趙博微微一笑, 随後問道:“是警察嗎?怎麽沒有聽見鳴笛?我一直很好奇爲什麽抓捕罪犯的時候, 要鳴笛,不怕罪犯逃跑嗎?”
“又不是拍電視劇, 鳴笛其中一個原因是讓路上的車輛避讓,以免耽誤抓捕。在現實中,對于鳴笛是有要求的,不是想鳴笛就鳴笛的。”
“原來如此。”
“你爲什麽是副導演?說一說導演的事情吧。”沈令東對着趙博問道。
趙博緩緩的支撐自己坐了起來,雙手支撐着地面,對着沈令東問道:“如果你放我走,我可能會告訴你。”
“不可能。”沈令東面無表情地說道。
“那你靠近一點,我和你說……”
“你就在那裏說。”
此時,樓内響起了警察上樓的腳步聲。
趙博随後緩緩開口說道:“我不是什麽副導演,我面試的崗位是副導演,如果我不被抓住,我就……”

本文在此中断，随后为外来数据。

"""The run's time series: one HDF5 file, one growing 1-D dataset per quantity.

``<run folder>/timeseries.h5`` holds a float64 dataset per name of
:data:`solver.diagnostics.SERIES_NAMES` and root attributes ``case`` (the full
case as YAML), ``version``, ``model`` and ``convention``. Rank 0 writes; each
record is flushed so a crash loses at most the record being written.
"""
from __future__ import annotations

import time

import h5py
import numpy as np

from .version import __version__

SERIES_FILE = "timeseries.h5"


class TimeSeriesWriter:
    """Append records to ``timeseries.h5`` (call on rank 0 only)."""

    def __init__(self, path: str, case, names, append: bool = False):
        self.path = path
        self.names = tuple(names)
        self.fh = h5py.File(path, "a" if append else "w")
        attrs = self.fh.attrs
        if not append or "version" not in attrs:
            attrs["case"] = case.to_yaml()
            attrs["version"] = __version__
            attrs["model"] = case.model
            attrs["convention"] = case.convention
            attrs["created"] = time.strftime("%Y-%m-%dT%H:%M:%S%z")
        for name in self.names:
            if name not in self.fh:
                self.fh.create_dataset(name, shape=(0,), maxshape=(None,), dtype="f8",
                                       chunks=(1024,))

    def append(self, record: dict) -> None:
        for name in self.names:
            ds = self.fh[name]
            n = ds.shape[0]
            ds.resize((n + 1,))
            ds[n] = float(record.get(name, np.nan))
        self.fh.flush()

    def close(self) -> None:
        if self.fh:
            self.fh.close()
            self.fh = None


def read_series(path: str) -> dict:
    """All datasets of a time-series file as arrays, plus its attributes under ``'attrs'``."""
    with h5py.File(path, "r") as fh:
        out = {name: fh[name][()] for name in fh}
        out["attrs"] = dict(fh.attrs)
    return out
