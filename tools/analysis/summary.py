"""Per-run summary of a ``timeseries.h5`` file, tables of many runs, and ``Lz_turb``.

A summary is one flat row: the run's parameters, the averaging window, and
for each reported quantity its time average ``q``, uncertainty ``q_err`` and
integrated autocorrelation time ``q_tau`` (see :mod:`shearmix.tools.analysis.averages`), the
intermittency of the dissipation, the regime label with the numbers behind it
(:mod:`shearmix.tools.analysis.regimes`) and warnings.

Steps (:func:`summarize_run`):

1. read the series; records written twice after a restart (times that do
   not increase) keep the later write;
2. find the steady start with the MSER-5 rule on ``K`` and ``eps``
   (:mod:`shearmix.tools.analysis.steady`), unless a start time is given;
3. average each quantity from the start to the last record;
4. warn when the run is under-resolved (time-averaged ``kmax_etaK`` below
   ``kmax_etaK_min``, default 1.0, common practice), too short (window
   shorter than ``min_correlation_times`` integrated autocorrelation times of
   some quantity, default 50, a choice; or no reliable steady start), or
   outside the low-Peclet validity (``Pe_turb`` above ``pe_turb_max``,
   default 1, lowpe model only);
5. per passive tracer ``NAME`` (docs/equations.md#tracers): the averages of
   :data:`TRACER_AVERAGED` as ``q.NAME``, its ``Sc``, ``Pe_c`` and ``G``, and
   warnings when it is under-resolved (``kmax_etaB.NAME`` below
   ``kmax_etaK_min``, Batchelor 1959) or not at equilibrium (``D_c`` and
   ``D_chi`` more than ``tracer_sigmas`` combined standard errors apart, or
   the ``c_rms`` means of the window's halves more than ``tracer_drift_max``
   apart, relative to their mean).

``Lz_turb`` (docs/equations.md#reported-numbers) of a spectrum is :func:`lz_turb`; of a
physical-space velocity field, :func:`lz_turb_from_field`.
"""
from __future__ import annotations

import csv
import json
import math
import os
from dataclasses import dataclass, field, replace

import h5py
import numpy as np
import yaml

from shearmix.tools.analysis.averages import time_average, uniform_resample
from shearmix.tools.analysis.regimes import (FLUCT_KEYS, RegimeThresholds, classify, flow_reason,
                                             flow_numbers, flow_state, flux_intermittency)
from shearmix.tools.analysis.segments import choose, split
from shearmix.tools.analysis.steady import detect_steady_state

__all__ = [
    "SummaryOptions",
    "AVERAGED",
    "TRACER_AVERAGED",
    "averaged_names",
    "batchelor_factor",
    "read_timeseries",
    "summarize_run",
    "summarize_runs",
    "write_csv",
    "write_json",
    "lz_turb",
    "horizontal_spectrum_kz",
    "lz_turb_from_field",
]

SERIES_FILE = "timeseries.h5"

#: Quantities averaged in a summary (those absent or all-NaN are left empty).
AVERAGED = ("eta", "I", "eps", "J", "u_rms", "v_rms", "w_rms", "Lz_turb", "D_flux",
            "D_estimate", "kmax_etaK", "Pe_turb",
            # the streamwise-mean / fluctuation split (docs/equations.md#reported-numbers)
            "Kmean", "Kfluct", "u_fluct_rms", "v_fluct_rms", "w_fluct_rms", "isotropy_fluct",
            "K2d_laminar", "K2d_pert", "K3d", "Lz_jets", "Ri_jets")

#: Per-tracer quantities averaged in a summary, in its columns as ``q.NAME``
#: (docs/equations.md#tracers): the rms, the diffusivity from the flux, the one
#: from the dissipation (the equilibrium estimate) and the resolution number.
TRACER_AVERAGED = ("c_rms", "D_c", "D_chi", "kmax_etaB")


@dataclass(frozen=True)
class SummaryOptions:
    """Settings of :func:`summarize_run`.

    Attributes
    ----------
    start : float or None
        Steady start time given by the user (overrides detection).
    steady_quantities : tuple of str
        Series used by the steady-state detection.
    n_batches : int
        Batches of the batch-means error.
    kmax_etaK_min : float
        Under-resolution threshold on ``kmax * eta_K`` (1.0, common practice).
    min_correlation_times : float
        Shortest acceptable window, in integrated autocorrelation times
        (50 by default, a choice: the batch-means error needs batches several
        correlation times long).
    pe_turb_max : float
        Largest ``Pe_turb`` for which the low-Peclet model is deemed valid (1).
    thresholds : RegimeThresholds
        Regime thresholds.
    segment : int, 'all' or None
        Segment of the series to average (:mod:`shearmix.tools.analysis.segments`):
        ``None`` the last, a number (negative from the end), or ``'all'`` to
        average across every change (with a warning naming them).
    tracer_sigmas : float
        A tracer is not at equilibrium when its ``D_c`` and ``D_chi`` differ by
        more than this many combined standard errors (2, a choice: about the
        95% two-sided level of a normal difference).
    tracer_drift_max : float
        ... or when the ``c_rms`` means of the window's two halves differ by more
        than this fraction of their mean (0.1, a choice).
    """

    start: float | None = None
    steady_quantities: tuple = ("K", "eps")
    n_batches: int = 20
    kmax_etaK_min: float = 1.0
    min_correlation_times: float = 50.0
    pe_turb_max: float = 1.0
    thresholds: RegimeThresholds = field(default_factory=RegimeThresholds)
    segment: int | str | None = None
    tracer_sigmas: float = 2.0
    tracer_drift_max: float = 0.1


def _series_path(path):
    path = os.fspath(path)
    return os.path.join(path, SERIES_FILE) if os.path.isdir(path) else path


def read_timeseries(path):
    """Read a run's time series.

    Parameters
    ----------
    path : str or path-like
        Run folder (holding ``timeseries.h5``) or the file itself.

    Returns
    -------
    data : dict of str -> ndarray
        Every 1-D dataset, restricted to records with strictly increasing
        ``t`` (for repeated times after a restart the later record is kept).
    attrs : dict
        Root attributes (``case`` parsed from YAML into a dict under
        ``case``, its text under ``case_yaml``).
    dropped : int
        Number of records removed as overwritten.
    """
    fname = _series_path(path)
    if not os.path.isfile(fname):
        raise FileNotFoundError(f"{fname}: no time-series file (expected {SERIES_FILE} in the run folder)")
    with h5py.File(fname, "r") as fh:
        if "t" not in fh:
            raise ValueError(f"{fname}: no dataset 't'; not a run time series")
        data = {k: np.asarray(fh[k][()], dtype=float) for k in fh if isinstance(fh[k], h5py.Dataset) and fh[k].ndim == 1}
        attrs = {k: (v.decode() if isinstance(v, bytes) else v) for k, v in fh.attrs.items()}
    n = data["t"].size
    for k, v in data.items():
        if v.size != n:
            raise ValueError(f"{fname}: dataset '{k}' has {v.size} records, 't' has {n}")
    t = data["t"]
    # Keep record i when it is earlier than every record written after it:
    # a restart rewrites the times after its checkpoint, and the rewrite wins.
    later_min = np.minimum.accumulate(np.r_[t[1:], np.inf][::-1])[::-1]
    keep = t < later_min
    data = {k: v[keep] for k, v in data.items()}
    case_text = attrs.get("case", "")
    try:
        case = yaml.safe_load(case_text) if case_text else {}
    except yaml.YAMLError as exc:
        raise ValueError(f"{fname}: attribute 'case' is not valid YAML ({exc.problem})") from None
    attrs["case_yaml"] = case_text
    attrs["case"] = case if isinstance(case, dict) else {}
    return data, attrs, int(n - keep.sum())


def _parameters(attrs):
    """Re, B, Pe, BPe from the case (Pe from Pr*Re, BPe = B*Pe if not given) and the
    forcing wavenumber kf (1 when the case does not give it, the schema default)."""
    case = attrs.get("case", {})
    p = case.get("parameters", {}) if isinstance(case.get("parameters"), dict) else {}
    forcing = case.get("forcing", {}) if isinstance(case.get("forcing"), dict) else {}
    try:
        kf = float(forcing.get("kf", 1.0))
    except (TypeError, ValueError):
        kf = float("nan")

    def num(key):
        v = p.get(key)
        try:
            return float(v)
        except (TypeError, ValueError):
            return float("nan")

    Re, B, Pe, Pr, BPe = (num(k) for k in ("Re", "B", "Pe", "Pr", "BPe"))
    if math.isnan(Pe) and not math.isnan(Pr):
        Pe = Pr * Re
    if math.isnan(BPe) and not (math.isnan(B) or math.isnan(Pe)):
        BPe = B * Pe
    return {"Re": Re, "B": B, "Pe": Pe, "BPe": BPe, "kf": kf}


def _dissipation_intermittency(t, eps):
    """Coefficient of variation and flatness of ``eps`` on a uniform resampling."""
    ok = np.isfinite(eps)
    if np.count_nonzero(ok) < 2:
        return float("nan"), float("nan")
    _, e = uniform_resample(t[ok], eps[ok])
    m = e.mean()
    d = e - m
    var = np.mean(d * d)
    cv = math.sqrt(var) / m if m > 0 else float("nan")
    flat = float(np.mean(d**4) / var**2) if var > 0 else float("nan")
    return cv, flat


def batchelor_factor(Sc):
    """``kmax eta_B / (kmax eta_K)``: ``Sc^(-1/2)`` for ``Sc > 1`` (the Batchelor scale
    ``eta_B = eta_K Sc^(-1/2)``, Batchelor 1959, J. Fluid Mech. 5, 113), else 1: a
    tracer diffusing faster than momentum has no finer scale than the flow's."""
    return Sc ** -0.5 if Sc > 1 else 1.0


def _tracer_spec(case, name, run_folder):
    """The case keys of tracer ``name``: from the segment's case, else (a tracer added
    at a restart that began no segment) from the run folder's latest ``case.yaml``."""
    spec = (case.get("tracers") or {}).get(name) if isinstance(case.get("tracers"), dict) else None
    if isinstance(spec, dict):
        return spec
    try:
        with open(os.path.join(run_folder, "case.yaml")) as fh:
            latest = yaml.safe_load(fh) or {}
    except (OSError, yaml.YAMLError):
        return {}
    spec = (latest.get("tracers") or {}).get(name) if isinstance(latest.get("tracers"), dict) else None
    return spec if isinstance(spec, dict) else {}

“你就怎麽樣?”沈令東見趙博不繼續說下去,便追問了一句。
“我就成爲真正的副導演了!”說話時,趙博忽然擡手,向着沈令東揚了一把沙子。
趁着沈令東躲避的工夫,趙博随即撿起了地上的鋼筋,随後向着沈令東沖了過去。
沈令東連忙躲避。
但是下一刻,趙博手上的鋼筋已經抵在了沈令東的脖子上。
就在此時,趙小飛帶着警察沖到沈令東所在的這一層,趙博連忙挾持了沈令東,對着趙小飛他們喊道:“你們再往前一步,我就弄死他。”
此時,沈令東對着趙博輕聲地說道:“沒用的,你逃不掉的。”
“逃不掉我也要弄死你!”
此時,趙小飛連忙對着趙博喊道:“趙博,别亂動,沈令東和這件事情無關,你放了他,你做你的人質。”
趙博冷笑一聲,随後說道:“你的命哪有他的命值錢?”
“你有什麽要求,盡管可以和我提。”
“你們先把手裏的槍扔了,然後全部到那一邊,然後放我離開。”趙博向着裏面的一個房間看了一眼。
“好,我們把槍扔了,你别傷害沈令東。”一邊說着,趙小飛把配槍扔到了地面上。
就在此時,沈令東默默地歎了一口氣,随後擡起胳膊,伸手抓住了趙博的手腕,将其推開,确保他手上的鋼筋遠離自己,随後轉身,利用轉身帶走手肘猛擊趙博的下肋。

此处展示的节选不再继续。